# [Work order]
Each record must reappear in the answer exactly as it is written.

== Records shown ==

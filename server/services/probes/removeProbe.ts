import { notFound } from '~~/server/http/appError'
import { deleteProbe, findProbe } from '~~/server/repositories/probes'
import type { AircraftScope } from '../aircraft/changeAircraft'
import { changeAircraft } from '../aircraft/changeAircraft'
import { recordWrite, requireVersion } from '../aircraft/recordWrite'
import { requireChannel } from '../channels/requireChannel'
import { probeSubject } from './probeSubject'

/** Removes the probe of a channel. What the channel should read rests on the run, so no reading moves. */
export function removeProbe(scope: AircraftScope, channelId: number, version: number): Promise<void> {
  const { aircraftId } = scope
  return changeAircraft(scope, async (tx) => {
    const channel = await requireChannel(tx, aircraftId, channelId)
    const probe = await findProbe(tx, aircraftId, channelId)
    if (!probe) throw notFound('probe')
    await requireVersion(tx, scope, probeSubject(channel), probe, version)
    await deleteProbe(tx, aircraftId, probe.id)
    await recordWrite(tx, scope, {
      action: 'probe.removed',
      entityId: channelId,
      before: probe,
      after: null,
    })
  })
}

===

# [Response to this task]
filename server/services/probes/removeProbe.ts
import { notFound } from '~~/server/http/appError'
import { deleteProbe, findProbe } from '~~/server/repositories/probes'
import type { AircraftScope } from '../aircraft/changeAircraft'
import { changeAircraft } from '../aircraft/changeAircraft'
import { recordWrite, requireVersion } from '../aircraft/recordWrite'
import { requireChannel } from '../channels/requireChannel'
import { probeSubject } from './probeSubject'

/** Removes the probe of a channel. What the channel should read rests on the run, so no reading moves. */
export function removeProbe(scope: AircraftScope, channelId: number, version: number): Promise<void> {
  const { aircraftId } = scope
  return changeAircraft(scope, async (tx) => {
    const channel = await requireChannel(tx, aircraftId, channelId)
    const probe = await findProbe(tx, aircraftId, channelId)
    if (!probe) throw notFound('probe')
    await requireVersion(tx, scope, probeSubject(channel), probe, version)
    await deleteProbe(tx, aircraftId, probe.id)
    await recordWrite(tx, scope, {
      action: 'probe.removed',
      entityId: channelId,
      before: probe,
      after: null,
    })
  })
}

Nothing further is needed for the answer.